Assigned task:
Which lines in the data contain the word "stainless"? Please copy each of them.

Material provided:
"""What every plate with a hole shares: thickness, bending, engraving, roughness of the pipe."""

from __future__ import annotations

from collections.abc import Callable, Mapping

from specsheet.findings import Finding, Level, Origin
from specsheet.line.material import find_material
from specsheet.meters.dp import adapters
from specsheet.meters.dp.device import Bounds, Described, Device, Lanes, Prepared, Shape
from specsheet.meters.family import Array, Derivation, Element, Given, Limit, Request
from specsheet.methods import orifice_plate as steel
from specsheet.sources import PRACTICE, cite

#: elastic modulus and permissible bending stress of austenitic steel at 20 °C [Pa] (from memory)
ELASTIC_MODULUS = 1.93e11
PERMISSIBLE_STRESS = 1.15e8

#: smallest pipe in which a drain or vent hole is made [m] (from memory)
SMALLEST_HOLED_PIPE = 0.1

_BENDING = cite("isotr9464")

STRENGTH: tuple[Derivation, ...] = (
    Derivation(
        "plate_thickness",
        "thinnest usual sheet up to 0.05 D that the largest Δp does not bend",
        PRACTICE,
        ("inside_diameter_hot", "differential_pressure_range"),
    ),
    Derivation(
        "plate_stress",
        "σ = Δpmax (0.681 - 0.651 β) (D/E)²",
        _BENDING,
        ("differential_pressure_range", "diameter_ratio", "inside_diameter_hot", "plate_thickness"),
    ),
    Derivation(
        "bending_error",
        "-(Δpmax/Ey) (D/E)² (a D/E - b) %, a = β (13.5 - 15.5 β), b = 117 - 106 β^1.3",
        _BENDING,
        ("differential_pressure_range", "diameter_ratio", "inside_diameter_hot", "plate_thickness"),
    ),
)


DERIVATIONS: tuple[Derivation, ...] = (adapters.BORE_HOT, *STRENGTH)

#: what a plate takes over from the square-edged one
SHARP: tuple[Derivation, ...] = (
    adapters.PLATE_EXPANSIBILITY,
    adapters.PLATE_LOSS,
    adapters.BORE,
)


def prepare(request: Request) -> Prepared:
    """Read material and drain or vent hole; the hole is refused where no rule covers it."""
    tag = request.tag
    name = tag.text("meter.plate_material") or "stainless steel 316L"
    material = find_material(name)
    temperature = float(request.stream.temperature[request.normal])
    expansion = 16.5e-6 if material is None else material.expansion(temperature)
    findings: list[Finding] = []
    if material is None:
        findings.append(
            Finding(
                Level.NOTE,
                "plate-material-unknown",
                "meter.plate_material",
                f'"{name}" is not in the table of materials: the expansion of austenitic steel is '
                "taken for the bore",
            )
        )
    hole = tag.si("meter.drain_hole") or 0.0
    values: dict[str, Given] = {}
    if hole:
        values["drain_hole_diameter"] = Given(hole, tag.origin("meter.drain_hole"))
    if hole and request.pipe.inside_diameter < SMALLEST_HOLED_PIPE:
        findings.append(
            Finding(
                Level.CAUTION,
                "drain-hole-small-pipe",
                "meter.drain_hole",
                "no drain or vent hole below D = 100 mm: leave it out, or use an eccentric plate",
                source=cite("isotr15377"),
            )
        )
    return Prepared(
        numbers={"element_expansion": expansion, "hole": hole},
        values=values,
        findings=tuple(findings),
    )


def with_hole(size: float, numbers: Mapping[str, float]) -> float:
    """Return the bore that counts of a machined one [m]."""
    return float(steel.effective_bore(bore=size, hole=numbers.get("hole", 0.0)))


def without_hole(size: float, numbers: Mapping[str, float]) -> float:
    """Return the bore to machine for one that counts [m]."""
    return float(steel.measured_bore(effective=size, hole=numbers.get("hole", 0.0)))


#: a round bore with a drain or vent hole beside it
HOLED = Shape(effective=with_hole, machined=without_hole)


def sharp(
    *,
    key: str,
    source: str,
    coefficient: Callable[[Lanes], Array],
    coefficient_uncertainty: Callable[[Lanes], Array],
    bounds: Callable[[Request, Prepared], Bounds],
    limits: Callable[[Element, Request], tuple[Limit, ...]],
    describe: Callable[[Request, Element], Described],
    derivations: tuple[Derivation, ...],
    prepare: Callable[[Request], Prepared],
) -> Device:
    """Return a plate with a round bore that expands and loses as a square-edged one.

    The arguments are those of the device.
    """
    return Device(
        key=key,
        source=source,
        coefficient=coefficient,
        coefficient_uncertainty=coefficient_uncertainty,
        expansibility=adapters.plate_expansibility,
        expansibility_uncertainty=adapters.plate_expansibility_uncertainty,
        loss=adapters.plate_loss,
        bounds=bounds,
        limits=limits,
        describe=describe,
        derivations=derivations,
        prepare=prepare,
        shape=HOLED,
    )


def thickness(request: Request, element: Element) -> Given:
    """Return the plate's thickness [m]: as stated, else the thinnest usual one that holds."""
    stated = request.tag.si("meter.plate_thickness")
    if stated is not None:
        return Given(stated, request.tag.origin("meter.plate_thickness"))
    inside = float(element.values["inside_diameter_hot"].value)
    largest = steel.largest_thickness(inside_diameter=inside)
    usual = [step for step in steel.THICKNESSES if step <= largest * 1.0001]
    for step in usual:
        if _stress(element, step) <= PERMISSIBLE_STRESS and abs(_error(element, step)) <= 1e-3:
            return Given(step, Origin.DERIVED, PRACTICE)
    return Given(usual[-1] if usual else steel.THICKNESSES[0], Origin.DERIVED, PRACTICE)


def _loaded(element: Element, step: float) -> dict[str, float]:
    return {
        "differential_pressure": element.numbers["range"],
        "diameter_ratio": float(element.values["diameter_ratio"].value),
        "support_diameter": float(element.values["inside_diameter_hot"].value),
        "thickness": step,
    }


def _stress(element: Element, step: float) -> float:
    return float(steel.bending_stress(**_loaded(element, step)))


def _error(element: Element, step: float) -> float:
    loaded = _loaded(element, step)
    return float(steel.bending_error(**loaded, elastic_modulus=ELASTIC_MODULUS))


def describe(request: Request, element: Element) -> Described:
    """Return thickness, bending, hole and engraving of a plate held in a round pipe."""
    chosen = thickness(request, element)
    step = float(chosen.value)
    values = {
        "plate_thickness": chosen,
        "plate_stress": Given(_stress(element, step), Origin.DERIVED, _BENDING),
        "bending_error": Given(_error(element, step), Origin.DERIVED, _BENDING),
    }
    return Described(values, {"element": (engraving(request, element),)}, _hole(element))


def engraving(request: Request, element: Element) -> str:
    """Return the text for the tab of the plate."""
    tag = request.tag
    parts = [
        f"tag {tag.name}",
        f"D {request.pipe.inside_diameter * 1e3:.2f} mm",
        f"d {element.numbers['machined'] * 1e3:.2f} mm",
        tag.text("meter.plate_material") or "stainless steel 316L",
    ]
    if size := request.pipe.size:
        parts.insert(1, size)
    if rating := tag.text("line.rating"):
        parts.append(rating)
    return f"Engrave on the tab, upstream side: {', '.join(parts)}, UPSTREAM."


def _hole(element: Element) -> tuple[Finding, ...]:
    hole, bore = element.numbers.get("hole", 0.0), element.numbers["machined"]
    if hole <= steel.LARGEST_HOLE * bore:
        return ()
    return (
        Finding(
            Level.CAUTION,
            "drain-hole-large",
            "meter.drain_hole",
            f"the hole is {hole / bore * 100.0:.3g} % of the bore; the correction holds up to "
            "10 %. Make it smaller",
            source=cite("isotr15377"),
        ),
    )


def bending_limits(level: Level = Level.CAUTION) -> tuple[Limit, ...]:
    """Return the limits on the plate as a beam; a note where its rule is for round holes only."""
    return (
        Limit(
            "plate_stress",
            None,
            PERMISSIBLE_STRESS,
            level,
            "plate-bends",
            "the largest differential pressure may bend the plate for good; make it thicker or "
            "lower the range",
            _BENDING,
            driver="",
        ),
        Limit(
            "bending_error",
            -1e-3,
            1e-3,
            level,
            "plate-deflects",
            "the plate deflects enough to shift the flow by more than 0.1 %; make it thicker",
            _BENDING,
            driver="",
        ),
    )
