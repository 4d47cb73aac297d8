"""Wet gas in an orifice plate: the over-reading of ISO/TR 11583:2012, where liquid is stated."""

from __future__ import annotations

from collections.abc import Mapping

from specsheet.meters.dp import wet
from specsheet.meters.dp.device import Lanes
from specsheet.meters.family import Array, Derivation
from specsheet.methods import iso11583
from specsheet.sources import cite

#: equations and limits were seen as public code quotes them, not in the report itself
_SOURCE = cite("isotr11583", "clause 7 (second hand)")

DERIVATIONS: tuple[Derivation, ...] = (
    *(item for item in wet.DERIVATIONS if item.key in ("lockhart_martinelli", "froude_number")),
    Derivation(
        "over_reading",
        "φ = sqrt(1 + CCh X + X²), CCh = (ρl/ρ)^n + (ρ/ρl)^n, n = 0.214 below Frg = 1.5, "
        "(1/√2 - 0.3/√Frg)² above; the gas flow is that of the dry equation by φ",
        _SOURCE,
        ("lockhart_martinelli", "froude_number", "density", "liquid_density"),
    ),
)

#: of the correlation for orifice plates
PLATE = wet.Validity("froude_number", 0.2, 0.014, (0.24, 0.73), _SOURCE)


def numbers_of(lanes: Lanes) -> dict[str, Array]:
    """Return X, the Froude number and the over-reading, by glossary key."""
    found = wet.flow_numbers(lanes)
    over = iso11583.plate_over_reading(**found, **wet.densities_of(lanes))
    return {**found, "over_reading": over}


def over_reading(lanes: Lanes) -> Array | float:
    """Return by what factor the gas flow reads high; 1 in dry gas and in liquid."""
    return numbers_of(lanes)["over_reading"] if wet.is_wet(lanes.numbers) else 1.0


def more(lanes: Lanes) -> Mapping[str, Array]:
    """Return the wet-gas numbers to put out; none in dry gas and in liquid."""
    return numbers_of(lanes) if wet.is_wet(lanes.numbers) else {}


def uncertainty(dry: Array) -> Array:
    """Return the relative expanded uncertainty of C and φ together [-], from that of C.

    That of φ is taken as for a Venturi tube at most, 3 % (from memory).
    """
    found: Array = (dry**2 + iso11583.PLATE_UNCERTAINTY**2) ** 0.5
    return found
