//! Antiderivatives in one variable, by a short list of rules.
//!
//! Every rule proposes a formula; none is believed. A proposal counts only after its derivative, taken in the graph and read
//! into a fresh ring, has been reduced to the integrand, and only where no denominator of it can vanish on the way.

use super::fraction::Fraction;
use super::meter::Step;
use super::polynomial::{Monomial, Polynomial};
use super::ring::{Kind, Ring};
use super::sign::{Ranges, sign};
use crate::expression::{Function, Graph, SymbolId};
use dashu_int::IBig;

/// Looks for antiderivatives of ring elements.
pub(super) struct Integrator<'a> {
    pub graph: &'a Graph,
    pub ring: &'a Ring,
    pub ranges: &'a Ranges,
    pub variable: SymbolId,
}

/// An antiderivative `plain + sum of coefficient * function(argument)`.
#[derive(Clone, Debug)]
pub(super) struct Antiderivative {
    pub plain: Fraction,
    pub functions: Vec<(Fraction, Function, Fraction)>,
}

impl Antiderivative {
    fn plain(plain: Fraction) -> Self {
        Self { plain, functions: Vec::new() }
    }
}
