fn stages_of(instructions: &[Instruction]) -> Vec<Stage> {
    let mut stages: Vec<Stage> = Vec::with_capacity(instructions.len());
    for instruction in instructions {
        let own = match instruction {
            Instruction::Parameter(_) => Stage::Parameter,
            Instruction::Variable(0) => Stage::First,
            Instruction::Variable(_) => Stage::Second,
            _ => Stage::Constant,
        };
        stages.push(instruction.operands().fold(own, |stage, operand| stage.join(stages[operand.index()])));
    }
    stages
}

/// Drops the instructions that nothing uses, and renumbers depth-first from the outputs so that values live briefly.
fn prune(instructions: Vec<Instruction>, outputs: Vec<ValueId>, parameter_count: usize) -> Program {
    let mut new_ids: Vec<Option<ValueId>> = vec![None; instructions.len()];
    let mut ordered: Vec<Instruction> = Vec::new();
    let mut todo: Vec<ValueId> = outputs.iter().rev().copied().collect();
    while let Some(&value) = todo.last() {
        if new_ids[value.index()].is_some() {
            todo.pop();
            continue;
        }
        let instruction = instructions[value.index()];
        let waiting = todo.len();
        todo.extend(instruction.operands().filter(|operand| new_ids[operand.index()].is_none()));
        // Operands are visited first to last.
        todo[waiting..].reverse();
        if todo.len() == waiting {
            todo.pop();
            new_ids[value.index()] = Some(ValueId(ordered.len() as u32));
            ordered.push(renumber(instruction, |operand| new_ids[operand.index()].expect("operands come first")));
        }
    }
    let outputs = outputs.iter().map(|output| new_ids[output.index()].expect("outputs were visited")).collect();
    let stages = stages_of(&ordered);
    Program { instructions: ordered, stages, outputs, parameter_count }
}
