//! Machine code for the inner loops of a program, and the one owner of the memory it stands in.
//!
//! A [`Code`] runs a part of a program (its *body*) over a block of points, two at a time (F64X2). Values that the body
//! takes from outside are either uniform (one number for the block) or arrays (one number for each point). Functions of
//! the table are called for whole arrays between loops: values that live across such a call go to scratch arrays.
//!
//! Pitfalls of the code generator that this file is built around, measured beforehand:
//! - code memory is not freed when a module is dropped: [`Code`] frees it, and no pointer to it leaves this file;
//! - relocations between functions may panic beyond 2 GB: there is one function for each module, and host functions are
//!   called by absolute address;
//! - unresolved symbols panic: none is left to a search, the only two are registered by name;
//! - a panic must not cross generated frames: host functions do arithmetic only, and `extern "C"` would abort;
//! - arithmetic is VEX-encoded but moves are not, so dirty upper halves of wide registers make it slow: host functions are
//!   compiled Rust, which clears them before it returns;
//! - NaN payloads differ between code shapes: tests compare whether values are NaN, not which.

#![expect(unsafe_code, reason = "owns machine code and the pointers into it")]

use super::program::{Instruction, KernelError, Program, ValueId};
use crate::expression::{BinaryFunction, Function, power};
use cranelift::codegen::ir::{BlockArg, FuncRef, MemFlagsData, UserFuncName};
use cranelift::prelude::*;
use cranelift_jit::{JITBuilder, JITModule};
use cranelift_module::{Linkage, Module};
use rustc_hash::FxHashMap;
use std::mem::ManuallyDrop;

/// Points in one block where values go through scratch arrays, which have this length.
const SCRATCH_BLOCK: usize = 256;

/// Distance of two scratch arrays: a little more than a block, so that they do not fall on the same cache lines.
const STRIDE: usize = SCRATCH_BLOCK + 8;
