// SPDX-License-Identifier: GPL-3.0-or-later
#include "core/certificate/XmlWriter.h"

namespace spanwright {

namespace {

std::string escaped(std::string_view raw) {
    constexpr std::string_view blanks = " \t\r\n";
    std::string allowed(raw);
    for (char& c : allowed)
        if (static_cast<unsigned char>(c) < 0x20 && c != '\n' && c != '\t')
            c = ' ';
    std::string_view text = allowed;
    const auto first = text.find_first_not_of(blanks);
    if (first == std::string_view::npos)
        return {};
    text = text.substr(first, text.find_last_not_of(blanks) - first + 1);
    std::string result;
    for (const char c : text) {
        switch (c) {
        case '&': result += "&amp;"; break;
        case '<': result += "&lt;"; break;
        case '>': result += "&gt;"; break;
        case '"': result += "&quot;"; break;
        default: result += c;
        }
    }
    return result;
}

} // namespace

XmlWriter::XmlWriter() : text_("<?xml version=\"1.0\" encoding=\"UTF-8\"?>\n") {}

void XmlWriter::start(std::string_view name, const Attributes& attributes) {
    text_.append(2 * open_.size(), ' ').append("<").append(name);
    for (const auto& [key, value] : attributes)
        text_.append(" ").append(key).append("=\"").append(escaped(value)).append("\"");
}

XmlWriter& XmlWriter::open(std::string_view name, const Attributes& attributes) {
    start(name, attributes);
    text_ += ">\n";
    open_.emplace_back(name);
    return *this;
}

XmlWriter& XmlWriter::close() {
    const std::string name = open_.back();
    open_.pop_back();
    text_.append(2 * open_.size(), ' ').append("</").append(name).append(">\n");
    return *this;
}

XmlWriter& XmlWriter::leaf(std::string_view name, std::string_view text, const Attributes& attributes) {
    start(name, attributes);
    text_.append(">").append(escaped(text)).append("</").append(name).append(">\n");
    return *this;
}

} // namespace spanwright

Answer to this exercise:
    name = tag.text("meter.plate_material") or "stainless steel 316L"
        tag.text("meter.plate_material") or "stainless steel 316L",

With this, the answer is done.